_Directions for this task:_ The answer must be the data, repeated exactly.

--- START ---

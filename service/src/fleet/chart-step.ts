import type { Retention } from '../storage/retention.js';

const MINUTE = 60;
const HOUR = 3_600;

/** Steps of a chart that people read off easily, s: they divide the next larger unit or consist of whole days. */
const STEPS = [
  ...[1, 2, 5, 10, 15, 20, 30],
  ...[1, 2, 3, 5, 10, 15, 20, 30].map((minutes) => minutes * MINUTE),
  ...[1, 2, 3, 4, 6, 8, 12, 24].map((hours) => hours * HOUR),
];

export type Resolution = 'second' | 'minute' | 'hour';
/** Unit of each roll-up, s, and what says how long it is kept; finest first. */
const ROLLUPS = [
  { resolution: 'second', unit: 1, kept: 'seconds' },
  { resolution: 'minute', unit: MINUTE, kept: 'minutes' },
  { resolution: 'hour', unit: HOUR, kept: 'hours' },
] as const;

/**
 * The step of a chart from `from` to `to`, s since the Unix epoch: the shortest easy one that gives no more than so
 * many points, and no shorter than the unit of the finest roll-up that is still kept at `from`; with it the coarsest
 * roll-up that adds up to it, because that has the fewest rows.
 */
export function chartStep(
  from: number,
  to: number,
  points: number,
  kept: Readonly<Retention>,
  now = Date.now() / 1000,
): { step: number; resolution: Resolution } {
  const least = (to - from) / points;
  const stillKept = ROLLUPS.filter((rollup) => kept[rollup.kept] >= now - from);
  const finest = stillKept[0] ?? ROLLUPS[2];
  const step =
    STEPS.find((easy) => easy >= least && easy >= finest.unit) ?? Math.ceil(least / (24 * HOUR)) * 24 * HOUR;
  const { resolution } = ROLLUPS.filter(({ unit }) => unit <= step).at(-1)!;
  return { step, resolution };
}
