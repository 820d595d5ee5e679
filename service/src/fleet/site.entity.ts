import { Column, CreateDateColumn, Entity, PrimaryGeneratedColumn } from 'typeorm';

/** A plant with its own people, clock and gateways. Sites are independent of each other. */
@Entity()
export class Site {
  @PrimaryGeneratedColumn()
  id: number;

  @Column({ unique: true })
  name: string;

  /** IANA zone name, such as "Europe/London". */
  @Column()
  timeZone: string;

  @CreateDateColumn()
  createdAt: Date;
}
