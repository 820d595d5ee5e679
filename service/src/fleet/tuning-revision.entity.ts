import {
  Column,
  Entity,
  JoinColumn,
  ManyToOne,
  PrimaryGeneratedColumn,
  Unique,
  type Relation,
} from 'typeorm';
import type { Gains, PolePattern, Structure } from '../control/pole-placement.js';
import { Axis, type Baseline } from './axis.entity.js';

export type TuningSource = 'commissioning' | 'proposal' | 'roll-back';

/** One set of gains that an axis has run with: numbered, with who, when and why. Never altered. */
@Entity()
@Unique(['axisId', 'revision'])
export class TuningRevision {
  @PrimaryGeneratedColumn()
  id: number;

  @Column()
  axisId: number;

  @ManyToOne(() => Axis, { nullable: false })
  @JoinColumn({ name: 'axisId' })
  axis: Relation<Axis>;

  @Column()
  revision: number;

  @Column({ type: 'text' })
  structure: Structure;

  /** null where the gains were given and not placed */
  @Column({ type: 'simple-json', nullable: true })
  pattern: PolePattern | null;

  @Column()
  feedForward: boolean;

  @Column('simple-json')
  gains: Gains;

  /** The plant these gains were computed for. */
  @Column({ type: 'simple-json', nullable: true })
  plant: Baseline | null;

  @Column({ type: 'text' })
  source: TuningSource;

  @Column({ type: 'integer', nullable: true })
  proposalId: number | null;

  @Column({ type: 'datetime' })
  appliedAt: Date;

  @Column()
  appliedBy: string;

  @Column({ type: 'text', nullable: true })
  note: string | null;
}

--- END ---

_Answer box:_
filename service/src/fleet/chart-step.ts
import type { Retention } from '../storage/retention.js';

const MINUTE = 60;
const HOUR = 3_600;

/** Steps of a chart that people read off easily, s: they divide the next larger unit or consist of whole days. */
const STEPS = [
  ...[1, 2, 5, 10, 15, 20, 30],
  ...[1, 2, 3, 5, 10, 15, 20, 30].map((minutes) => minutes * MINUTE),
  ...[1, 2, 3, 4, 6, 8, 12, 24].map((hours) => hours * HOUR),
];

export type Resolution = 'second' | 'minute' | 'hour';
/** Unit of each roll-up, s, and what says how long it is kept; finest first. */
const ROLLUPS = [
  { resolution: 'second', unit: 1, kept: 'seconds' },
  { resolution: 'minute', unit: MINUTE, kept: 'minutes' },
  { resolution: 'hour', unit: HOUR, kept: 'hours' },
] as const;

/**
 * The step of a chart from `from` to `to`, s since the Unix epoch: the shortest easy one that gives no more than so
 * many points, and no shorter than the unit of the finest roll-up that is still kept at `from`; with it the coarsest
 * roll-up that adds up to it, because that has the fewest rows.
 */
export function chartStep(
  from: number,
  to: number,
  points: number,
  kept: Readonly<Retention>,
  now = Date.now() / 1000,
): { step: number; resolution: Resolution } {
  const least = (to - from) / points;
  const stillKept = ROLLUPS.filter((rollup) => kept[rollup.kept] >= now - from);
  const finest = stillKept[0] ?? ROLLUPS[2];
  const step =
    STEPS.find((easy) => easy >= least && easy >= finest.unit) ?? Math.ceil(least / (24 * HOUR)) * 24 * HOUR;
  const { resolution } = ROLLUPS.filter(({ unit }) => unit <= step).at(-1)!;
  return { step, resolution };
}
repository 820d595d5ee5e679
filename service/src/fleet/site.entity.ts
import { Column, CreateDateColumn, Entity, PrimaryGeneratedColumn } from 'typeorm';

/** A plant with its own people, clock and gateways. Sites are independent of each other. */
@Entity()
export class Site {
  @PrimaryGeneratedColumn()
  id: number;

  @Column({ unique: true })
  name: string;

  /** IANA zone name, such as "Europe/London". */
  @Column()
  timeZone: string;

  @CreateDateColumn()
  createdAt: Date;
}
repository 820d595d5ee5e679
filename service/src/fleet/tuning-revision.entity.ts
import {
  Column,
  Entity,
  JoinColumn,
  ManyToOne,
  PrimaryGeneratedColumn,
  Unique,
  type Relation,
} from 'typeorm';
import type { Gains, PolePattern, Structure } from '../control/pole-placement.js';
import { Axis, type Baseline } from './axis.entity.js';

export type TuningSource = 'commissioning' | 'proposal' | 'roll-back';

/** One set of gains that an axis has run with: numbered, with who, when and why. Never altered. */
@Entity()
@Unique(['axisId', 'revision'])
export class TuningRevision {
  @PrimaryGeneratedColumn()
  id: number;

  @Column()
  axisId: number;

  @ManyToOne(() => Axis, { nullable: false })
  @JoinColumn({ name: 'axisId' })
  axis: Relation<Axis>;

  @Column()
  revision: number;

  @Column({ type: 'text' })
  structure: Structure;

  /** null where the gains were given and not placed */
  @Column({ type: 'simple-json', nullable: true })
  pattern: PolePattern | null;

  @Column()
  feedForward: boolean;

  @Column('simple-json')
  gains: Gains;

  /** The plant these gains were computed for. */
  @Column({ type: 'simple-json', nullable: true })
  plant: Baseline | null;

  @Column({ type: 'text' })
  source: TuningSource;

  @Column({ type: 'integer', nullable: true })
  proposalId: number | null;

  @Column({ type: 'datetime' })
  appliedAt: Date;

  @Column()
  appliedBy: string;

  @Column({ type: 'text', nullable: true })
  note: string | null;
}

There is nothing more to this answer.